▸ Your instructions
Could you return the lines below exactly, from the first line up to and including the line that holds "export const COMFORTABLE_RANGE: readonly"?

▸ Input data
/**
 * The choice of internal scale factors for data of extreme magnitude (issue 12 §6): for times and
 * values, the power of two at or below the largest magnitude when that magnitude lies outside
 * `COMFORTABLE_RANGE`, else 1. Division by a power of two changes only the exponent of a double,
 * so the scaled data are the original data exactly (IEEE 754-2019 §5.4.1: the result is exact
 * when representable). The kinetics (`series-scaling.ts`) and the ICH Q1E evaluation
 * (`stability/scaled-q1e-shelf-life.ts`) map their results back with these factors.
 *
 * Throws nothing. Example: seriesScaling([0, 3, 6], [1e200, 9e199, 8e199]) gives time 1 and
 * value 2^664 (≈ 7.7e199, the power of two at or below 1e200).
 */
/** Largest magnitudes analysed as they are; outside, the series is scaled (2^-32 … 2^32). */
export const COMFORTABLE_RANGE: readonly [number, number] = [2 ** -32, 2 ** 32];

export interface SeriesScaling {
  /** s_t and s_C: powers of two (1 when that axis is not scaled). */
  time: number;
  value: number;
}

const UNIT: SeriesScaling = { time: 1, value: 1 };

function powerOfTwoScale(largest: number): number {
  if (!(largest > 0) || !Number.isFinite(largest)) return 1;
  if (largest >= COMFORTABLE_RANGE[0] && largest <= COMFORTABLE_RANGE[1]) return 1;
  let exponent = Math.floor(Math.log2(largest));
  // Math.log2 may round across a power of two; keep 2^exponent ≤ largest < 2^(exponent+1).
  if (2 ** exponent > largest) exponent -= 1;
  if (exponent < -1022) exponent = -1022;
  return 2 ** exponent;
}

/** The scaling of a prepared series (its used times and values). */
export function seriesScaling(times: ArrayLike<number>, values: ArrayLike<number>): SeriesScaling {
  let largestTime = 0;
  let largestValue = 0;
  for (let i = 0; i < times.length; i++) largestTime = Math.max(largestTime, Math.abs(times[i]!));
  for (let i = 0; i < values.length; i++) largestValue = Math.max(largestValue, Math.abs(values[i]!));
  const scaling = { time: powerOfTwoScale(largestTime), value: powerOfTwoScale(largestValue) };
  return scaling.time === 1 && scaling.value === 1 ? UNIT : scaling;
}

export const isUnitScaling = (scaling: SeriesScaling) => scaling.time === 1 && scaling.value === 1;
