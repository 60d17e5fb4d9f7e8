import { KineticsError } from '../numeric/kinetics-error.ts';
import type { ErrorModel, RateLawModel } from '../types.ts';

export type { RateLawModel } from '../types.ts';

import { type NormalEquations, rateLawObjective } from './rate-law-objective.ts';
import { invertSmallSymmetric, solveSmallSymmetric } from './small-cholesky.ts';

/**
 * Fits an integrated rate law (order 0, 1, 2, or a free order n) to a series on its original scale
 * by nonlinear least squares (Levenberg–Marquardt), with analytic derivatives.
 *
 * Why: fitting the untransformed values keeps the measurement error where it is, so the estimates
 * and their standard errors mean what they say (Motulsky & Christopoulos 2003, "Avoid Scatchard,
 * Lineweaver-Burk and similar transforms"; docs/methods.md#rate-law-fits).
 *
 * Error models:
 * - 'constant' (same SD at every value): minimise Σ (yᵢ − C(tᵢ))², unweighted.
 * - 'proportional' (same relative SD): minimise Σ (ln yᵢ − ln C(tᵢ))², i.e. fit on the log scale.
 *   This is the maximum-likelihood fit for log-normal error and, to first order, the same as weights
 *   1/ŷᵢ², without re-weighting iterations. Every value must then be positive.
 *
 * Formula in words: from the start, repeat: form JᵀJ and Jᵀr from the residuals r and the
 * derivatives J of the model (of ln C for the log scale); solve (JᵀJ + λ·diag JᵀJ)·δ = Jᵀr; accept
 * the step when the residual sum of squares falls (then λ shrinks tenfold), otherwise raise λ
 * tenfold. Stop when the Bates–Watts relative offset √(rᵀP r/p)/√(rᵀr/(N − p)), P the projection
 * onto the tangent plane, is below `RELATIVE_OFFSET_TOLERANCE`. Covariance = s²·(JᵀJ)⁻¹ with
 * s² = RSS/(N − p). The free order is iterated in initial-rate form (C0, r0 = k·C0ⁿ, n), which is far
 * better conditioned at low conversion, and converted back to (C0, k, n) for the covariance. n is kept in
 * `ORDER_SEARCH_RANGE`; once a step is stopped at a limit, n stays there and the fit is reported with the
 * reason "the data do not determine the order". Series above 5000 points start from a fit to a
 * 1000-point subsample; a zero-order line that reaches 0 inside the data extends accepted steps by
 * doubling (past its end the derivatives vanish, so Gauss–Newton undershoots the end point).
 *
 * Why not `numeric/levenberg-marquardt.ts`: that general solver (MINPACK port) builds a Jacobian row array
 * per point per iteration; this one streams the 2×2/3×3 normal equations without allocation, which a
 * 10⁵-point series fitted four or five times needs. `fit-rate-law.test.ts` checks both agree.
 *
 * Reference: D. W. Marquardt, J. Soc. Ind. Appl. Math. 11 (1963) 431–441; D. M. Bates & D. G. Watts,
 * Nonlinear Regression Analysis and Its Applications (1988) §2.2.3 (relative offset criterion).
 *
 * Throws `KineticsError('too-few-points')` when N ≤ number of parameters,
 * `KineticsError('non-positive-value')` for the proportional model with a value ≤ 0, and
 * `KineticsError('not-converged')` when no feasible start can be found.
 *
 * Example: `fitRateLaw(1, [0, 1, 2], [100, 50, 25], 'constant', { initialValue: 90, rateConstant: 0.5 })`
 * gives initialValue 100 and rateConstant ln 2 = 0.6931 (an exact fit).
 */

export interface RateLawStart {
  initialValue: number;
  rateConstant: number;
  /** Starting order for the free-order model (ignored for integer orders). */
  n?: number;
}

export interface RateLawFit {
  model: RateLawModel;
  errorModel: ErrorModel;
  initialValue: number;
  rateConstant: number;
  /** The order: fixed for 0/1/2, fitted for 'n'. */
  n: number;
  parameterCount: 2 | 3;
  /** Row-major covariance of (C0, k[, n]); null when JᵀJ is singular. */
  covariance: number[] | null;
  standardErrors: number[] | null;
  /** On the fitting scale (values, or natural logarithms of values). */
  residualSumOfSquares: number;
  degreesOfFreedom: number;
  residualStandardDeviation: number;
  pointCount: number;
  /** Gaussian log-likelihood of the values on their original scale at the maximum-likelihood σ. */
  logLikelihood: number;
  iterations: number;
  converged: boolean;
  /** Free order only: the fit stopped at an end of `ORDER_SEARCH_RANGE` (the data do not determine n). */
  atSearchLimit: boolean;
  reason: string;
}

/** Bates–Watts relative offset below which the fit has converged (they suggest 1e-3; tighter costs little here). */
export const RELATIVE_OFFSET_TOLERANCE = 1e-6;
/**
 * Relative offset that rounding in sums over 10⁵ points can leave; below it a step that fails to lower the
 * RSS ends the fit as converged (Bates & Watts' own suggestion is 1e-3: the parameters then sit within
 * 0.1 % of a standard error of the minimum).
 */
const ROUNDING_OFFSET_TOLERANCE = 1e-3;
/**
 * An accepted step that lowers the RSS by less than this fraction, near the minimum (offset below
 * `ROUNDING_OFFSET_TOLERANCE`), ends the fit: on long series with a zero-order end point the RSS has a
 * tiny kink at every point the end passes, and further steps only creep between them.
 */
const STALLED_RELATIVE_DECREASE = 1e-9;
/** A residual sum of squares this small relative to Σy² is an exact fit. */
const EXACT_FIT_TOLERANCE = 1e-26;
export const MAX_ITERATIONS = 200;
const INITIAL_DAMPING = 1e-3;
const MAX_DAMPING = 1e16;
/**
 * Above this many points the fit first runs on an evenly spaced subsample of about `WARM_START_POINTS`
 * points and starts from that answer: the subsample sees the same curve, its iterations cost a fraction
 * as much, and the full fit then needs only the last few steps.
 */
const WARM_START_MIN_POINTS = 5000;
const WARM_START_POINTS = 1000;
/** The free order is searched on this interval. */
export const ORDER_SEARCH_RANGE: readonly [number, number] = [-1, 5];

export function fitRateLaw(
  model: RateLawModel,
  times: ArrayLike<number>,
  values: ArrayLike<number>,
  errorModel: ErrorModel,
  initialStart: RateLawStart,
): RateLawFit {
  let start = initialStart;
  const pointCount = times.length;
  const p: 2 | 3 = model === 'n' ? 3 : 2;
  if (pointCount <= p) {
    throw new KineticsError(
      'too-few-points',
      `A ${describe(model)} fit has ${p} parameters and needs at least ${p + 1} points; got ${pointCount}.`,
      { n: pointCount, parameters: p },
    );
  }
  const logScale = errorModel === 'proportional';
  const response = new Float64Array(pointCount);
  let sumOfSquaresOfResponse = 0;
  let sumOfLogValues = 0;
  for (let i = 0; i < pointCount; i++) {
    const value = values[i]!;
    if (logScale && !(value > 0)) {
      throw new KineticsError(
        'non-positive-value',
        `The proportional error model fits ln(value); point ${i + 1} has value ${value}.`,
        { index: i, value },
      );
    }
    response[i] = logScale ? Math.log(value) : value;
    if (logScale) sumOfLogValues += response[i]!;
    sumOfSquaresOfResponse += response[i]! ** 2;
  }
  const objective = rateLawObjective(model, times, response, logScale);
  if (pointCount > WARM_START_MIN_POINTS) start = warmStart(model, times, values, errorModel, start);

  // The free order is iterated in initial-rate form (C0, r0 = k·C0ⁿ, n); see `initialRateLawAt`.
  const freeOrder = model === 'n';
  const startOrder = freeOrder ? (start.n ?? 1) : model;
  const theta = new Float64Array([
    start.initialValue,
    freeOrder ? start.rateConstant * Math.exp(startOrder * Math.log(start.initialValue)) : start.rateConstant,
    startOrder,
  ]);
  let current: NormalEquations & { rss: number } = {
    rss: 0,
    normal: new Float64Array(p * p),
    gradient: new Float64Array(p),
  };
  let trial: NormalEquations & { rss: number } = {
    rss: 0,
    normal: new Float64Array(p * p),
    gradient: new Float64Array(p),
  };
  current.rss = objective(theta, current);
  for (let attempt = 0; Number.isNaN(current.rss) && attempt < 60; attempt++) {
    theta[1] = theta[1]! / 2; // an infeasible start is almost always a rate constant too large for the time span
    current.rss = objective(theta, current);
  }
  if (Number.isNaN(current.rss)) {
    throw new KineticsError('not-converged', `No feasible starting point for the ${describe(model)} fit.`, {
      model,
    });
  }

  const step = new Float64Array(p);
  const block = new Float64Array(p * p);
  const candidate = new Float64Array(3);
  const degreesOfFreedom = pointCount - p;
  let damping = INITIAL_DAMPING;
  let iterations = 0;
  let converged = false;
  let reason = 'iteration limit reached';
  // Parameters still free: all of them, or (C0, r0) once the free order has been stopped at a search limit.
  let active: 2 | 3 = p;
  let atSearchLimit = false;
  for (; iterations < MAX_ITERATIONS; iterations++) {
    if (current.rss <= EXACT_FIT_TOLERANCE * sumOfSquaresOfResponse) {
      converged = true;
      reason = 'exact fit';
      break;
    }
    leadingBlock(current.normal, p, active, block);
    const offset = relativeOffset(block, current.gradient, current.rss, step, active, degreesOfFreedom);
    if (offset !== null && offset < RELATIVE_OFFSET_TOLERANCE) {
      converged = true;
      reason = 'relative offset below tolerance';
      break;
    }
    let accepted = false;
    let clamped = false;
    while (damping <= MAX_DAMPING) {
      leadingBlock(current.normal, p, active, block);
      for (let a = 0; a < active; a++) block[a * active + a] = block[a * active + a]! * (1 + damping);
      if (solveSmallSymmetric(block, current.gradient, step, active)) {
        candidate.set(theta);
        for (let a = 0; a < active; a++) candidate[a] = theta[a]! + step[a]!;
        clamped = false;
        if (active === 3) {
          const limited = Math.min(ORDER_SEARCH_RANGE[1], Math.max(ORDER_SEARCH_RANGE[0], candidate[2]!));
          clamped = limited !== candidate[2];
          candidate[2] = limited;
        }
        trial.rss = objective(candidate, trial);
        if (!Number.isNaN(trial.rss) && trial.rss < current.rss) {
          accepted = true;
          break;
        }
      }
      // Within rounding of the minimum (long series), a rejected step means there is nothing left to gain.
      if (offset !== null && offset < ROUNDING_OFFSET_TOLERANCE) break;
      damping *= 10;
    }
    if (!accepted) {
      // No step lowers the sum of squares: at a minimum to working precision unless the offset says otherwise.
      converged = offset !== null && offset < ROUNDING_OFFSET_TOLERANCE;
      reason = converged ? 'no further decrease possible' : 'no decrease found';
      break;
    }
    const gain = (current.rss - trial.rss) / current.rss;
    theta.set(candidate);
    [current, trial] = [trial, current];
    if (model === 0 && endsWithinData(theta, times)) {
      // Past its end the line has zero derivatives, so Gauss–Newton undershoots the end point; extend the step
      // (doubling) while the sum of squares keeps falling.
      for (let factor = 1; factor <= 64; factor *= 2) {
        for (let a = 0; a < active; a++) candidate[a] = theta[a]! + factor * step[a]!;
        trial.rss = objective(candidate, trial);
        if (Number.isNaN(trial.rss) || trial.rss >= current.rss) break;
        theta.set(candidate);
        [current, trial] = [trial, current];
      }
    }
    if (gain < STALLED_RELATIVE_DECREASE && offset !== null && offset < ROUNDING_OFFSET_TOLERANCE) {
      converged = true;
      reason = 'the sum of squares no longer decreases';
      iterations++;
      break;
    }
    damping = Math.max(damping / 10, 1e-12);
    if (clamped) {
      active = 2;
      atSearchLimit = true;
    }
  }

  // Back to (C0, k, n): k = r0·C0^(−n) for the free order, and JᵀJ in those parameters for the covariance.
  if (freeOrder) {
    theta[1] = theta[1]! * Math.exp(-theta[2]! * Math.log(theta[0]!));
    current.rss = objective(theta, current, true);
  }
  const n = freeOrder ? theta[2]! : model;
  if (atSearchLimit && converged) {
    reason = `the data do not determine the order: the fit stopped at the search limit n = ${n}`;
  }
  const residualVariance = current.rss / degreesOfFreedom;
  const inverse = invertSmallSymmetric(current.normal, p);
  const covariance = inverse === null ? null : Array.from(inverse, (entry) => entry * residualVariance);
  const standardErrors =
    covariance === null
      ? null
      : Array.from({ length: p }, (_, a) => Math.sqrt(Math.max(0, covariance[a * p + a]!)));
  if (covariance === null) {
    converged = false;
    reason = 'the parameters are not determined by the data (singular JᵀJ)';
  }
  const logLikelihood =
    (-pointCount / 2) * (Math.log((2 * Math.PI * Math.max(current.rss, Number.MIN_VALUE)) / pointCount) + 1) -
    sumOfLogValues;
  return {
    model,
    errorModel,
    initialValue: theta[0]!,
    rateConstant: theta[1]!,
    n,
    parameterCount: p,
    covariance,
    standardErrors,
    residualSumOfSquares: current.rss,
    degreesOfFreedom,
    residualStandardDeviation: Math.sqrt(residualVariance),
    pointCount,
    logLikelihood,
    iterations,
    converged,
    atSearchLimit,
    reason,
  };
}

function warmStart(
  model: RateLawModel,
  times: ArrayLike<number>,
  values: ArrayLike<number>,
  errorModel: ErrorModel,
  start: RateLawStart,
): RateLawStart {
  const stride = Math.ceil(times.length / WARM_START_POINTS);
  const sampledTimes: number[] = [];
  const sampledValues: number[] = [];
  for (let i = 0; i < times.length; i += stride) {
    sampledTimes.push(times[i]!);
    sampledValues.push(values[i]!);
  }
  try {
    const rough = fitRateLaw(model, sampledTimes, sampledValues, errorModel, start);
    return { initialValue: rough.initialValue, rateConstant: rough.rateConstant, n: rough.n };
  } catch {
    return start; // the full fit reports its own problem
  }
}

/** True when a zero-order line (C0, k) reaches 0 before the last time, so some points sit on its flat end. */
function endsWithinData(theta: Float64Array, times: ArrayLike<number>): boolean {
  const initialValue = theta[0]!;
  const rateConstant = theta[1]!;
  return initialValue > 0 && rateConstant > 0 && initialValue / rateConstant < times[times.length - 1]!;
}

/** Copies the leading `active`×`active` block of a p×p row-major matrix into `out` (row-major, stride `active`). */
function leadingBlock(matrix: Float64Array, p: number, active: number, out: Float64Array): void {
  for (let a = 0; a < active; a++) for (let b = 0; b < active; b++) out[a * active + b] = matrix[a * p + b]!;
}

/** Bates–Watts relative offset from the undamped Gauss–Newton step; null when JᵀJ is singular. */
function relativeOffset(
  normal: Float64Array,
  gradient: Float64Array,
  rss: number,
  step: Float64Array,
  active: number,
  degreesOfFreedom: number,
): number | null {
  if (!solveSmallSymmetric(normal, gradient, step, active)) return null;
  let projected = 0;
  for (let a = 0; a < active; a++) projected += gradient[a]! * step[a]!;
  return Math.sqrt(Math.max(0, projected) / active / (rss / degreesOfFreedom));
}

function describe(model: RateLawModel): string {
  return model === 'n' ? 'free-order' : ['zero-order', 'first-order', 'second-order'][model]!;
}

▸ Expected output
/**
 * The choice of internal scale factors for data of extreme magnitude (issue 12 §6): for times and
 * values, the power of two at or below the largest magnitude when that magnitude lies outside
 * `COMFORTABLE_RANGE`, else 1. Division by a power of two changes only the exponent of a double,
 * so the scaled data are the original data exactly (IEEE 754-2019 §5.4.1: the result is exact
 * when representable). The kinetics (`series-scaling.ts`) and the ICH Q1E evaluation
 * (`stability/scaled-q1e-shelf-life.ts`) map their results back with these factors.
 *
 * Throws nothing. Example: seriesScaling([0, 3, 6], [1e200, 9e199, 8e199]) gives time 1 and
 * value 2^664 (≈ 7.7e199, the power of two at or below 1e200).
 */
/** Largest magnitudes analysed as they are; outside, the series is scaled (2^-32 … 2^32). */
export const COMFORTABLE_RANGE: readonly [number, number] = [2 ** -32, 2 ** 32];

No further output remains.